Welcome back to another edition of TFB’s Silencer Saturday, where dreams come true (after paying your $200 to the Crown). Last week we used the Dead Air Odessa and Wolfman as examples of two types of modular suppressors. As the story goes, it all comes down to you mission requirements – that’s a fancy way of saying “what the heck are you planning on doing with your silencer, hoss?” Today we will dig into a slightly controversial topic: solvent trap kits. Why are they controversial? We’ll get into that in a second.
TFB’s Adam Scepaniak has turned our Best Silencer edition into August’s Reader’s Choice Awards. Please go vote for your favorite suppressor in each category: rimfire, pistol, rifle and specialty. Hopefully by mid-month I’ll have some giveaway prizes lined up for a few lucky readers.
SILENCER SATURDAY #84: Are Solvent Trap Kits A Good Idea?
Back to the topic at hand: Solvent Trap Kits. First off, what are solvent traps? Designed to be threaded onto the end of a barrel, solvent traps are used to catch oils and solvents while you clean barrel. Instead of the liquids draining onto your living room floor while you are watching Heat or Private Benjamin, the solvent trap catches it in the “reservoir” at the end of the barrel. Nifty. I’ve always just used a rag, but nifty nonetheless. While the end caps of these kits are threaded in 1/2×28 or other common pitches, the end caps and cups are not bored out as they would be in a suppressor.
But why are solvent trap kits considered a dirty word in certain circles? In the pre-internet days (and probably still to this day) solvent trap kits were sold at gun shows with a wink and a nod as do-it-yourself silencer kits. Whether the buyer was planning on using the ATF Form 1 process to legally make an NFA controlled device or would risk a mandatory minimum 10 year sentence upon conviction, was up to the individual.
The reason that these collections of metal cups and a tube are called solvent trap kits and not 80% silencer kits has everything to do with semantics. By law, silencer parts are controlled by the NFA, and the stages of the manufacturing process isn’t exactly cut and dry. So while possessing solvent trap cups is perfectly legal, possessing incomplete silencer baffles without an approved Form 1 is not, even if they are one in the same. Maddening, right?
Fast forward to modern day times, when internet retailers like Amazon sell solvent trap kits online. My guess is that the market for these devices are the same as it is at gun shows: 1% end up as solvent traps, 99% end up as suppressors. Breaking that 99% up into Form 1 approved versus unregistered silencers would be a more interesting study. Not that I personally care – individual liberties and what not.
So let’s return to the crux of the issue: are solvent trap kits worth it? To answer this question, we need to make a few assumptions. First, we will assume that everyone who is looking to build a silencer will be following the rules and regulations of the NFA. If you are unfamiliar with the ATF Form 1 application process, I suggest using the eForm system since approvals are still coming back in about two weeks. We’ve put together a step-by-step eForm tutorial that can be found here. While I believe the NFA is stupid and people should be able to build whatever they want as long it doesn’t infringe on anyone else, I would never suggest breaking any laws.
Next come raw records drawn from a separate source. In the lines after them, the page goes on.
import type { Expr } from '../../../shared/maths/expression.ts';
import { sameExpr } from '../../../shared/maths/same.ts';
import { childrenOf, mapExpr } from '../../../shared/maths/walk.ts';
import type { CheckContext } from '../context.ts';
import * as Q from '../numbers/rational.ts';
import { Unsettled } from '../solving/unsettled.ts';
import { isKnown } from '../values/arithmetic.ts';
import { evaluate } from '../values/evaluate.ts';
import { divExprs, mulExprs, numberOf, piExpr, powExprs, rationalExpr, rationalOf } from './build.ts';
import { isFree, linearIn } from './integrand.ts';
import type { LimitValue } from './limit-value.ts';

type Limit = (expr: Expr) => LimitValue;

/**
 * Whether an expression has no limit because a sine and cosine in it go on turning: at the points where these are 0, 1 or
 * -1 it tends to values that are certainly apart. All sines and cosines that turn have the same argument, and that passes
 * through all angles since it is continuous.
 */
export function turnsForEver(expr: Expr, variable: string, limit: Limit, areApart: AreApart): boolean {
  const angles = turningAngles(expr, variable, limit);
  const [angle] = angles;
  if (!angle || !angles.every((other) => sameExpr(other, angle)) || jumps(angle)) return false;
  const found: LimitValue[] = [];
  for (const [sine, cosine] of phases) {
    const fixed = mapExpr(expr, (node) =>
      isCircular(node) && node.args[0] && sameExpr(node.args[0], angle)
        ? numberOf(node.name === 'sin' ? sine : cosine)
        : node,
    );
    const value = attempt(() => limit(fixed));
    if (value && found.some((other) => areApart(other, value))) return true;
    if (value) found.push(value);
  }
  return false;
}

type AreApart = (a: LimitValue, b: LimitValue) => boolean;

const phases = [
  [0, 1],
  [1, 0],
  [-1, 0],
  [0, -1],
] as const;

function isCircular(expr: Expr): expr is Extract<Expr, { kind: 'call' }> {
  return expr.kind === 'call' && (expr.name === 'sin' || expr.name === 'cos');
}

/** The arguments, beyond all bounds, of sines and cosines. */
function turningAngles(expr: Expr, variable: string, limit: Limit): Expr[] {
  const inside = childrenOf(expr).flatMap((part) => turningAngles(part, variable, limit));
  const [angle] = isCircular(expr) ? expr.args : [];
  if (!angle || isFree(angle, variable) || attempt(() => limit(angle))?.kind !== 'infinite') return inside;
  return [angle, ...inside];
}

function attempt(limit: () => LimitValue): LimitValue | null {
  try {
    return limit();
  } catch (cause) {
    if (cause instanceof Unsettled) return null;
    throw cause;
  }
}

function jumps(expr: Expr): boolean {
  if (expr.kind === 'call' && ['floor', 'ceil', 'sign'].includes(expr.name)) return true;
  return expr.kind === 'factorial' || childrenOf(expr).some(jumps);
}

/**
 * The expression for even and for odd values of a whole letter, where it has powers of numbers below zero or sines and
 * cosines of multiples of a right angle; null where it has none.
 */
export function byParity(expr: Expr, letter: string, context: CheckContext): readonly [Expr, Expr] | null {
  let isFound = false;
  const forParity = (parity: 0 | 1): Expr =>
    mapExpr(expr, (node) => {
      const fixed = fixedSign(node, letter, parity, context);
      if (fixed) isFound = true;
      return fixed ?? node;
    });
  const both = [forParity(0), forParity(1)] as const;
  return isFound ? both : null;
}

function fixedSign(node: Expr, letter: string, parity: 0 | 1, context: CheckContext): Expr | null {
  const base = node.kind === 'power' ? rationalOf(node.base) : null;
  if (node.kind === 'power' && base && Q.sign(base) < 0) {
    const times = wholeLinear(node.exponent, letter);
    if (!times) return null;
    const sign = (times.slope * BigInt(parity) + times.constant) % 2n === 0n ? 1 : -1;
    return mulExprs(numberOf(sign), powExprs(rationalExpr(Q.absolute(base)), node.exponent));
  }
  if (!isCircular(node) || !node.args[0] || isFree(node.args[0], letter)) return null;
  const linear = linearIn(node.args[0], letter);
  const [slope, constant] = [linear?.slope, linear?.constant].map((part) => part && turnsIn(part, context));
  if (!slope || !constant || slope.den !== 1n || !linear) return null;
  const start = evaluateAt(node.name, linear.constant, context);
  if (!start) return null;
  return (slope.num * BigInt(parity)) % 2n === 0n ? start : mulExprs(numberOf(-1), start);
}

/** How many times pi a number is, where that is a fraction. */
function turnsIn(expr: Expr, context: CheckContext): Q.Rational | null {
  const value = evaluate(divExprs(expr, piExpr), new Map(), 128, context);
  return isKnown(value) && value.kind === 'rational' ? value.value : null;
}

function evaluateAt(name: 'sin' | 'cos' | string, angle: Expr, context: CheckContext): Expr | null {
  const call: Expr = { kind: 'call', name: name === 'sin' ? 'sin' : 'cos', args: [angle], span: angle.span };
  return isKnown(evaluate(call, new Map(), 128, context)) ? call : null;
}

function wholeLinear(expr: Expr, letter: string): { slope: bigint; constant: bigint } | null {
  const linear = linearIn(expr, letter);
  const [slope, constant] = [linear?.slope, linear?.constant].map((part) => (part ? rationalOf(part) : null));
  if (!slope || !constant || slope.den !== 1n || constant.den !== 1n) return null;
  return { slope: slope.num, constant: constant.num };
}
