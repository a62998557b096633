import type { Expr, NumberExpr, ReadingFlag, ReadSettings, Span } from './expression.ts';
import type { TokenKind } from './token-table.ts';
import {
  type Complaint,
  kinds,
  hasLongRun,
  MOST_CHARACTERS,
  refuse,
  source,
  type Token,
  tokenize,
  tokens,
} from './tokens.ts';

const MOST_LEVELS = 60;
const MOST_NODES = 3000;
export const READ_LIMITS = { characters: MOST_CHARACTERS, levels: MOST_LEVELS, nodes: MOST_NODES } as const;

/** A decision that the text leaves open; the reader takes one way and remembers that there is another. */
export type Choice =
  | 'slash'
  | 'bars'
  | 'argument'
  | 'argument-slash'
  | 'argument-power'
  | 'operand'
  | 'comma'
  | 'unit'
  | 'evaluated'
  | 'interval'
  | 'definition'
  | 'factorial'
  | 'unequal'
  | 'joins';

/** What depends on where the reader stands; kept and put back around every bracket and group. */
export interface Context {
  /** Plain bars that are open here. */
  readonly bars: number;
  /** `[` ends an interval such as `]a,b[` instead of opening a bracket. */
  readonly reversed: boolean;
  /** dx ends the integrand here, or may stand as a factor (numerators and brackets within an integrand). */
  readonly dx: '' | 'ends' | 'held';
  /** Within `\lim_{x\to ..}`, where a trailing `^+` tells the side. */
  side: '' | 'argument' | 'limit' | 'left' | 'right';
}

export const OUTSIDE: Context = { bars: 0, reversed: false, dx: '', side: '' };
const HOLDING: Context = { ...OUTSIDE, dx: 'held' };

export type Read<Result = Expr> = () => Result;
export type Atoms = Partial<Record<TokenKind, (token: Token) => Expr>>;

/** One line is read at a time, so the place in it and all that the reading gathers are the state of the module. */
export let token: Token;
export let kind: TokenKind;
/** Where the token begins, and where the one before it ended. */
export let start: number;
export let lastEnd: number;
export let index: number;
export let depth: number;
export let context: Context;
/** Variable of the innermost integral, once dx was met. */
export let variable: string | null;
/** Letters that name functions here. */
export let functions: readonly string[];
export let flags: ReadingFlag[];
export let choices: Choice[];
/** The one decision to take the other way. */
export let flip: Choice | undefined;
let bound: string[];
let nodes: number;

/** The grammar's parts that call each other; handed over so that no module imports in a circle. */
export let sum: Read;
export let atoms: Atoms;

export function useGrammar(readSum: Read, readAtoms: Atoms): void {
  sum = readSum;
  atoms = readAtoms;
}

/** Goes to the beginning of a line. */
export function begin(tex: string, settings: ReadSettings, flipped?: Choice): void {
  tokenize(tex, settings);
  index = lastEnd = depth = nodes = 0;
  context = OUTSIDE;
  variable = null;
  functions = settings.functions;
  flags = hasLongRun ? ['letter-product'] : [];
  choices = [];
  flip = flipped;
  bound = [];
  look();
}

function look(): void {
  token = tokens[index]!;
  ({ kind, start } = token);
}

export function peek(ahead: number): Token {
  return tokens[index + ahead] ?? tokens.at(-1)!;
}

export function next(): Token {
  const taken = token;
  lastEnd = taken.end;
  if (kind !== '$') index += 1;
  look();
  return taken;
}

export function skip(count: number): void {
  for (let left = count; left > 0; left -= 1) next();
}

/** Is the token one of these kinds? */
export function is(some: string): boolean {
  return some.includes(kind);
}

/** Takes the token if it is one of these kinds. */
export function take(some: string): boolean {
  return is(some) && !!next();
}

/** Takes the token, which has to be one of these kinds. */
export function expect(some: string, complaint: Complaint = `missing-bracket ${some}`): Token {
  return is(some) ? next() : fail(complaint);
}

/** The kinds from here on that fit a sticky pattern; empty where they do not. */
export function ahead(pattern: RegExp, from = 0): string {
  const first = index + from;
  pattern.lastIndex = first;
  return pattern.test(kinds) ? kinds.slice(first, pattern.lastIndex) : '';
}

/** Takes the kinds that fit a sticky pattern, if they do. */
export function takeAll(pattern: RegExp): string {
  const found = ahead(pattern);
  skip(found.length);
  return found;
}

export function fail(complaint: Complaint, from: Span = token): never {
  return refuse(complaint, from.start, from.end);
}

export function flag(what: ReadingFlag): void {
  if (!flags.includes(what)) flags.push(what);
}

/** True when the other way is to be taken. */
export function choose(choice: Choice): boolean {
  if (!choices.includes(choice)) choices.push(choice);
  return flip === choice;
}

/** The span of a node that ends here. */
export function span(from: number): Span {
  const found = { start: from, end: lastEnd };
  nodes += 1;
  if (nodes > MOST_NODES) fail('too-many-nodes', found);
  return found;
}

export function checkDepth(levels: number): void {
  if (levels > MOST_LEVELS) fail('too-deep');
}

/** Reads one level down. */
export function deeper<Result>(read: Read<Result>): Result {
  depth += 1;
  checkDepth(depth);
  const value = read();
  depth -= 1;
  return value;
}

/** Reads within a bracket or group, where the outer bars and differentials do not count. */
export function inside<Result>(read: Read<Result>, within = OUTSIDE): Result {
  const before = context;
  context = within;
  const value = deeper(read);
  context = before;
  return value;
}

/** Reads up to the bracket that closes the one just taken. */
export function enclosed<Result>(
  close: TokenKind,
  read: Read<Result>,
  within?: Context,
  complaint?: Complaint,
): Result {
  const value = inside(read, within);
  expect(close, complaint);
  return value;
}

/** Brackets and numerators within an integrand may hold its dx. */
export function holding(): Context {
  return context.dx ? HOLDING : OUTSIDE;
}

/** Reads what a sign applies to, with a letter bound, so that an i is never the unit. */
export function binding(name: string, read: Read): Expr {
  bound.push(name);
  const value = deeper(read);
  bound.pop();
  return value;
}

export function isBound(name: string): boolean {
  return bound.includes(name);
}

/** Reads with other letters as functions. */
export function withFunctions<Result>(names: readonly string[], read: Read<Result>): Result {
  const before = functions;
  functions = names;
  const value = read();
  functions = before;
  return value;
}

/** Reads an integrand, and gives the letter of its dx. */
export function integrating(read: Read): readonly [integrand: Expr, variable: string] {
  const before = variable;
  variable = null;
  const integrand = inside(read, { ...context, dx: 'ends' });
  const found = variable ?? fail('bad-integral dx');
  variable = before;
  return [integrand, found];
}

/** Takes the d of dx and the letter after it. */
export function takeDifferential(): void {
  next();
  variable = next().text;
}

/** At the d of dx, with no dx met before. */
export function atDifferential(): boolean {
  if (token.text !== 'd' || variable !== null || !ahead(/a[ai]/y)) return false;
  return peek(1).text !== 'd' || kinds[index + 2] !== 'a';
}

/** Can the token begin a factor, so that it multiplies what stands before it? */
export function startsFactor(): boolean {
  const { side } = token;
  if (kind === '|') return side === 'l' || (side === '' && context.bars === 0 && !barIsScripted());
  if (kind === '[') return !context.reversed || side === 'l';
  if (kind === '{') return !ahead(/\{\}/y);
  if (kind === 'a') return context.dx !== 'ends' || !atDifferential();
  return atoms[kind] !== undefined;
}

export function barIsScripted(): boolean {
  return ahead(context.bars === 0 ? /\|(?:_|\^[^$])/y : /\|_/y) !== '';
}

/** Splits a number token as TeX does where one digit is an argument: `x^23` is x^2 followed by 3. */
export function takeDigit(): Token {
  const { text } = token;
  if (text.length === 1) return next();
  const [digit] = /^\d[ \t-\r]*(?=\d)/.exec(source.slice(start, token.end)) ?? fail('bad-number {');
  const first = { ...token, text: text.slice(0, 1), end: start + 1 };
  token.text = text.slice(1);
  token.start += digit.length;
  lastEnd = first.end;
  look();
  return first;
}

/** The span with the brackets, where there are any. */
export function outer(expr: Expr): Span {
  return expr.bracketed ?? expr.span;
}

export function numberOf(place: Span, numerator: bigint): NumberExpr {
  return { kind: 'number', numerator, denominator: 1n, written: 'integer', decimals: 0, span: place };
}
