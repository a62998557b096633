import type { Expr, NumberExpr, Span } from './expression.ts';
import { flag, numberOf, span, take } from './reader.ts';
import type { Token } from './tokens.ts';

/** A number token with the percent sign after it, if any. */
export const readNumberAtom = (token: Token): Expr => {
  const isPercent = take('%');
  const number = numberFrom(token, span(token.start));
  if (!isPercent) return number;
  flag('percent');
  return numberIn(number.numerator, number.denominator * 100n, 'percent', number.span);
};

/** The value of the digits: `12`, `3.5`, `0.1(6)`. */
export const numberFrom = ({ text }: Pick<Token, 'text'>, place: Span): NumberExpr => {
  if (!text.includes('.')) return numberOf(place, BigInt(text));
  const [whole = '', fixed = '', period] = text.split(/[.()]/);
  const top = BigInt(whole + fixed);
  const bottom = powerOfTen(fixed);
  if (!period) return numberIn(top, bottom, 'decimal', place, fixed.length);
  const nines = powerOfTen(period) - 1n;
  return numberIn(top * nines + BigInt(period), bottom * nines, 'repeating', place);
};

const powerOfTen = (digits: string): bigint => 10n ** BigInt(digits.length);

const numberIn = (
  top: bigint,
  bottom: bigint,
  written: NumberExpr['written'],
  place: Span,
  decimals = 0,
): NumberExpr => {
  let [a, b] = [top, bottom];
  while (b > 0n) [a, b] = [b, a % b];
  return { kind: 'number', numerator: top / a, denominator: bottom / a, written, decimals, span: place };
};

/** A number of digits alone, without brackets. */
const isWhole = (expr: Expr): expr is NumberExpr =>
  expr.kind === 'number' && expr.written === 'integer' && !expr.bracketed;

/** `2\frac12`: a whole number directly followed by a fraction of digits is their sum. */
export const mixedNumber = (whole: Expr, part: Expr): Expr | null => {
  if (!isWhole(whole) || part.kind !== 'quotient' || part.written !== 'fraction' || part.bracketed) return null;
  const { numerator: top, denominator: bottom } = part;
  if (!isWhole(top) || !isWhole(bottom) || bottom.numerator === 0n) return null;
  flag('mixed-number');
  const above = whole.numerator * bottom.numerator + top.numerator;
  return numberIn(above, bottom.numerator, 'mixed', span(whole.span.start));
};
The second assumption I will make is that the silencer maker is reasonably handy with basic tools: drills, vises sandpaper/steel wool. Most kits can be converted to silencers with the same amount of knowledge and skill that it takes to install a window air conditioning unit.
And lastly, I’m going to assume that if you are considering making a solvent trap kit into a silencer that you are focused on saving money. Most kits are fairly basic and don’t include efficient baffle designs, shielded cores for easier cleaning or are not made to be the lightest weight possible. A reputable manufacturer with a proven design will most likely sound better, weigh less, last longer and have a more aesthetically pleasing look than a silencer made from a solvent trap kit. Don’t get offended, I’m sure yours is great.
So, with those three caveats in mind, yes, I believe solvent trap kits can be worthwhile. For one, there is a certain satisfaction to building a a device that will quiet your gun. You will also have a better appreciation for the amount of engineering that goes into a commercially built suppressor. Since eForms are only available for Form 1s and not Form 4s (transfers) you’ll have a working silencer in about two weeks. And lastly you will probably save a good amount of money.
I’ll caution any prospective builders by suggesting they stick to rimfire setups because of the lower pressures involved. Or p, if you are planning on building a a pistol or rifle suppressor, stick with a reputable dealer instead of a $9.99 Chinese made kit.